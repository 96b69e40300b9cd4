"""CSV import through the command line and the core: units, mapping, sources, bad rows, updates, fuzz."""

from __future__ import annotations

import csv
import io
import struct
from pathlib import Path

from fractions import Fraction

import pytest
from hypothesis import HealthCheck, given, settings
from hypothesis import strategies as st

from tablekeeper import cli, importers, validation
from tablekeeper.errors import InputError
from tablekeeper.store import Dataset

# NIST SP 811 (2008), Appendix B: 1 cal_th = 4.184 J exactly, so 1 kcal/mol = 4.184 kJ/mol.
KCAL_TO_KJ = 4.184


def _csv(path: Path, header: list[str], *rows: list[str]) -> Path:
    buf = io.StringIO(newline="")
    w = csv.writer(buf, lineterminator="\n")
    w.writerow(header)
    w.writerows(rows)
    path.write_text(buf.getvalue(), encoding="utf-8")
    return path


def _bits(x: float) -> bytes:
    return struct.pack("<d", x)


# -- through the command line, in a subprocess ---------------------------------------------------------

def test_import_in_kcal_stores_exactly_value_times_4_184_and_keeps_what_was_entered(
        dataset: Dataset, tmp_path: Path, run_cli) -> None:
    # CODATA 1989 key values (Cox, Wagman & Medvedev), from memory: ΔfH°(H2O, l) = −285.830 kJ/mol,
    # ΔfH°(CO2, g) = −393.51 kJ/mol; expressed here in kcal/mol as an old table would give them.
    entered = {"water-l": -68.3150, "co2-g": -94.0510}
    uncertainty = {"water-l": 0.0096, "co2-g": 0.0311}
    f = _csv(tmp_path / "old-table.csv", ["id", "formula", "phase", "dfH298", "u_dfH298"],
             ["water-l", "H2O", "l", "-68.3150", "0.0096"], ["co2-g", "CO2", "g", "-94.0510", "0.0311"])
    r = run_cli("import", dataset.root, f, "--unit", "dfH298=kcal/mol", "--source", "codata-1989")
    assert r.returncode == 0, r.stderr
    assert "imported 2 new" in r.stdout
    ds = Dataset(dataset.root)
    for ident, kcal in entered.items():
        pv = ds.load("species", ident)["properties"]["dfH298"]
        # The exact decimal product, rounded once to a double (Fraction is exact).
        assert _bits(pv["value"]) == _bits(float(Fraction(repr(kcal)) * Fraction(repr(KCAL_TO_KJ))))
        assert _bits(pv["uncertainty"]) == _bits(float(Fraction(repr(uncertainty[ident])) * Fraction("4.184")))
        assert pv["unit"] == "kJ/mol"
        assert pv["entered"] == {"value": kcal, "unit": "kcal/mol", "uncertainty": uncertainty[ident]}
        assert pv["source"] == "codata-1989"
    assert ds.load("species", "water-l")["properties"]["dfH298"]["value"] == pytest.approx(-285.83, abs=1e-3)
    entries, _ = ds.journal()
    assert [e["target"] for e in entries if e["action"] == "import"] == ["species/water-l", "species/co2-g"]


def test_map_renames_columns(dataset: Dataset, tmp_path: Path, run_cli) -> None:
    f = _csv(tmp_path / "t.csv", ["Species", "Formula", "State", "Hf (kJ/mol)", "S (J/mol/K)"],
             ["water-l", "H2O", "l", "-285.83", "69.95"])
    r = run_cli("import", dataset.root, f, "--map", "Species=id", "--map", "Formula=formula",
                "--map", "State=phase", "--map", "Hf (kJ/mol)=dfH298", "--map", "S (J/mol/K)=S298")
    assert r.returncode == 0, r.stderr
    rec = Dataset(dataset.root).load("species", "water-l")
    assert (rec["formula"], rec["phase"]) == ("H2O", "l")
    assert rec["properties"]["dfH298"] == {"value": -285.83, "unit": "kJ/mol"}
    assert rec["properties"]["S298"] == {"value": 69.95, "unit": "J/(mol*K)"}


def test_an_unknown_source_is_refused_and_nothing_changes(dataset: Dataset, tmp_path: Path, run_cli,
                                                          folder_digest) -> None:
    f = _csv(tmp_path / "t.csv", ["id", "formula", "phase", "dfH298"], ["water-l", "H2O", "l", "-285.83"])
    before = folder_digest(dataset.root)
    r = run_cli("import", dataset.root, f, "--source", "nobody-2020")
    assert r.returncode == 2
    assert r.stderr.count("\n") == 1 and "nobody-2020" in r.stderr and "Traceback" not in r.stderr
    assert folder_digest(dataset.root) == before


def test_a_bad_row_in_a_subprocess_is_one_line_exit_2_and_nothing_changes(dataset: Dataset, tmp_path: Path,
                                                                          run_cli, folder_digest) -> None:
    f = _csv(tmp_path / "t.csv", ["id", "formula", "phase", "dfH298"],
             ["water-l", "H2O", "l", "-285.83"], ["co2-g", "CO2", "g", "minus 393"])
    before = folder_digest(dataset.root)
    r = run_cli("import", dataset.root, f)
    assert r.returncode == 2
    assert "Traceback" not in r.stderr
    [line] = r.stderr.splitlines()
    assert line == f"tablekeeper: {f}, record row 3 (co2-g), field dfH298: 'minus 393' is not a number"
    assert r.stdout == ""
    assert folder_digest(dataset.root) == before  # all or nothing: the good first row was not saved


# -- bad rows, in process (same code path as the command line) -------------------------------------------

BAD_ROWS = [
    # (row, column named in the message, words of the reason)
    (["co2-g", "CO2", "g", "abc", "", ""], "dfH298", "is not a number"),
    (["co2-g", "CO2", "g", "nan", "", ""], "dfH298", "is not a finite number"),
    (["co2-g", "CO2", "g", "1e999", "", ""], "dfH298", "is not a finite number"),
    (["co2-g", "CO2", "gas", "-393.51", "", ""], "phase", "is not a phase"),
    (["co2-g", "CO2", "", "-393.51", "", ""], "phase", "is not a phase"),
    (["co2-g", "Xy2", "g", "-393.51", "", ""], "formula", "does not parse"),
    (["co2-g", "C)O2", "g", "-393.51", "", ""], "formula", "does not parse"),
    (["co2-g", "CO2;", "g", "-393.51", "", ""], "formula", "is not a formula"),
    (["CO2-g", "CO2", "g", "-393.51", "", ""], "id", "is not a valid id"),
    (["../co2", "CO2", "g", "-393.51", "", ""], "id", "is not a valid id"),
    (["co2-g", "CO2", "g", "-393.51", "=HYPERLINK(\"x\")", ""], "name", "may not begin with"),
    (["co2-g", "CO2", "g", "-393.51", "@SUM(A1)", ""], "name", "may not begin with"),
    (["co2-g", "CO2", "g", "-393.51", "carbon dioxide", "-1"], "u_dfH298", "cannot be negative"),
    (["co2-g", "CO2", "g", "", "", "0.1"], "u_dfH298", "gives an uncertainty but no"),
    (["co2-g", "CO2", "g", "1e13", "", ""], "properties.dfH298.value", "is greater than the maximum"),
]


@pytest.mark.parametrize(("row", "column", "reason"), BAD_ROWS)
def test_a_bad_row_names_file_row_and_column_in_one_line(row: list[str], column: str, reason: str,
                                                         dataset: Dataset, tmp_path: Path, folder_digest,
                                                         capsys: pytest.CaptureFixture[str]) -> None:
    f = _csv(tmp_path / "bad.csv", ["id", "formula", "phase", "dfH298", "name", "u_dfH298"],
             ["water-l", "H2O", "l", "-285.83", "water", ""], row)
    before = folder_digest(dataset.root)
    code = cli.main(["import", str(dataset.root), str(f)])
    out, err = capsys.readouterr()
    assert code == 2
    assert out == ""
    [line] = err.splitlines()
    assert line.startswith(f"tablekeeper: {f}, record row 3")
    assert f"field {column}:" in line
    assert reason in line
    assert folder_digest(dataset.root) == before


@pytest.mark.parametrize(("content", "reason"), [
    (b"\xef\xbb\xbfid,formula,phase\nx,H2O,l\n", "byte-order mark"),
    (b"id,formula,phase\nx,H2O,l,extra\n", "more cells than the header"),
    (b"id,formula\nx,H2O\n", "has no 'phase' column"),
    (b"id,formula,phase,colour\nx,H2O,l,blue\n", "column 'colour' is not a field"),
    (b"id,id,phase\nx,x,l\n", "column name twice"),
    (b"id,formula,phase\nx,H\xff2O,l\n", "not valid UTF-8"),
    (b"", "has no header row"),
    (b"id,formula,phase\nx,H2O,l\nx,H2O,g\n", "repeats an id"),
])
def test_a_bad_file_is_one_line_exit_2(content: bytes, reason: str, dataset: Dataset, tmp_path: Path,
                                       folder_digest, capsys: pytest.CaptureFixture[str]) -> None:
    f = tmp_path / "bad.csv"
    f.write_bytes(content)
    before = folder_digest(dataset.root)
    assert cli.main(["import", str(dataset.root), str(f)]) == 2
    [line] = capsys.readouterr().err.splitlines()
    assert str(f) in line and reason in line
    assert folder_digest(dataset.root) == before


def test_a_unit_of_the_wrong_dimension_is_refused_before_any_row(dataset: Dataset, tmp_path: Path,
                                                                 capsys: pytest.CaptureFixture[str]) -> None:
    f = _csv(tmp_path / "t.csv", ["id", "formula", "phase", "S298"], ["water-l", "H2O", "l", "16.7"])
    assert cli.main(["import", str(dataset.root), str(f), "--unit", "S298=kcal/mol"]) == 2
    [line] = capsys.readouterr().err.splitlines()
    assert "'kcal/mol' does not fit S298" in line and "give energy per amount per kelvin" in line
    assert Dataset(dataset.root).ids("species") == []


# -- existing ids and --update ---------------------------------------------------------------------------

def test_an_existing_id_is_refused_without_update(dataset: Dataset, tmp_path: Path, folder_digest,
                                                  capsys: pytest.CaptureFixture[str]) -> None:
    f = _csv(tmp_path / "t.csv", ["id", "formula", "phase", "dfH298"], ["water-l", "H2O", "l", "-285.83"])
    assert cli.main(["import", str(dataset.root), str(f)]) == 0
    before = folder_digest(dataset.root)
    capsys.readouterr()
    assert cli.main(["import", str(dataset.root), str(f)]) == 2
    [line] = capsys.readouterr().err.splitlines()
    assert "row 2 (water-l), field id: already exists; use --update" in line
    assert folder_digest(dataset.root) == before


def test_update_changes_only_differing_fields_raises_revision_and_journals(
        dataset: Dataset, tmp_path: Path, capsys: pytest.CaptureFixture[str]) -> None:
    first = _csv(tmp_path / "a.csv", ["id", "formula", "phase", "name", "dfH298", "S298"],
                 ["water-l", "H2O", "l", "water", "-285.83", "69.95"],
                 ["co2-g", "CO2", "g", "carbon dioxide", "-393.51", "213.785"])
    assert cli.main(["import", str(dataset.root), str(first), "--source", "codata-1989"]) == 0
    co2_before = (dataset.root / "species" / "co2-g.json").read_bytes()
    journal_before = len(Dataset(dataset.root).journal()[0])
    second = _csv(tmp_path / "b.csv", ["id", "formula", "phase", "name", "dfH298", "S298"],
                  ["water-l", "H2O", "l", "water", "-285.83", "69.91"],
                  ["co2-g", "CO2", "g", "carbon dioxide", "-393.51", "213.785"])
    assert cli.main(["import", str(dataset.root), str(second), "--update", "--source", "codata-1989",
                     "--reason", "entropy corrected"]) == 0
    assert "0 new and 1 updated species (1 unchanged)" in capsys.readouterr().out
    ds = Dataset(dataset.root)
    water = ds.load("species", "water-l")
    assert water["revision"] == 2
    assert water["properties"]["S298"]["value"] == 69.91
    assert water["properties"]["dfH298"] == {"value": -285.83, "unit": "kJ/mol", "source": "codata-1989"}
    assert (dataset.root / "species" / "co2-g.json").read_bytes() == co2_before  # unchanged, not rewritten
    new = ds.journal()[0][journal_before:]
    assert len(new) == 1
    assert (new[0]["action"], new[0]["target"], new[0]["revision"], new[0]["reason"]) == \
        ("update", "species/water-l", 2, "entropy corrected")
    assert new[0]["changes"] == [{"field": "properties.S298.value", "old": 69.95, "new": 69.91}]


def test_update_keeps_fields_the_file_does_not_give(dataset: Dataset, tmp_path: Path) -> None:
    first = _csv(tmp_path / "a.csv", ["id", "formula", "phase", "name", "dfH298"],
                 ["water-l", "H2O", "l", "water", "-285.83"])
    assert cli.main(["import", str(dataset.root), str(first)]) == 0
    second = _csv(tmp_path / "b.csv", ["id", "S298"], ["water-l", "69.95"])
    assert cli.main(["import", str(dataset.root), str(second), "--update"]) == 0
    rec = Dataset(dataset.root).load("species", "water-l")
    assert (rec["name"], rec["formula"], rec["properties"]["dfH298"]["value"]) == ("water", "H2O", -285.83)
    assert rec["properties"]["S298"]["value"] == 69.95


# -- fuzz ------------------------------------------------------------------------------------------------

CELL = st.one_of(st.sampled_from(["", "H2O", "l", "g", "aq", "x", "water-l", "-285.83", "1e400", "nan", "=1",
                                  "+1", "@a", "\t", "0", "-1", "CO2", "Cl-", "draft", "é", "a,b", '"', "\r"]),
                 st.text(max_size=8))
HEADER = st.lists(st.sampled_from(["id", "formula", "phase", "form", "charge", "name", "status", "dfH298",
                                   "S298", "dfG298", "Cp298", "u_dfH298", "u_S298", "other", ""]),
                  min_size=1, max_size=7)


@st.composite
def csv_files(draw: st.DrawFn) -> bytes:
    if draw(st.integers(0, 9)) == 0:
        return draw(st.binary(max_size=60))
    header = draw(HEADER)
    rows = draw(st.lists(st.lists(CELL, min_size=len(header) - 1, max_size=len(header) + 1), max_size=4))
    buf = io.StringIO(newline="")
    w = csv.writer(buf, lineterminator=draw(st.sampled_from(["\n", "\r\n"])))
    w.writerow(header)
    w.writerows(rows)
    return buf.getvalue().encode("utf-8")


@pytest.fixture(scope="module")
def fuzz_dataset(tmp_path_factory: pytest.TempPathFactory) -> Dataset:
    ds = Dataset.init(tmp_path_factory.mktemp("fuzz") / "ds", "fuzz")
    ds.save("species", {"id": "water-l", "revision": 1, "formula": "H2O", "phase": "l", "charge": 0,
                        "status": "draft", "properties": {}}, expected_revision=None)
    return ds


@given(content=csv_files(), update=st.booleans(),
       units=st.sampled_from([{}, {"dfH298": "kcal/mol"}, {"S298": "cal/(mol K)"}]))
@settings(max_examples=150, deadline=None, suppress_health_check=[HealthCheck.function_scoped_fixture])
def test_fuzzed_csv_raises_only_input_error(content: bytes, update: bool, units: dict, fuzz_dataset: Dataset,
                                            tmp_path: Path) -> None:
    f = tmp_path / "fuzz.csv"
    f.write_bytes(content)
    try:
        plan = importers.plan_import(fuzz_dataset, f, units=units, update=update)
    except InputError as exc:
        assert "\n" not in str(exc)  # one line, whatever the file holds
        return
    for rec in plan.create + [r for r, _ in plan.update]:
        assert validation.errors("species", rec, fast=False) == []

═══

▶ _WHAT IS EXPECTED_: Where does the string "nobody" appear in the records? Copy every line that holds it.

▶ _YOUR SOLUTION_:
    r = run_cli("import", dataset.root, f, "--source", "nobody-2020")
    assert r.stderr.count("\n") == 1 and "nobody-2020" in r.stderr and "Traceback" not in r.stderr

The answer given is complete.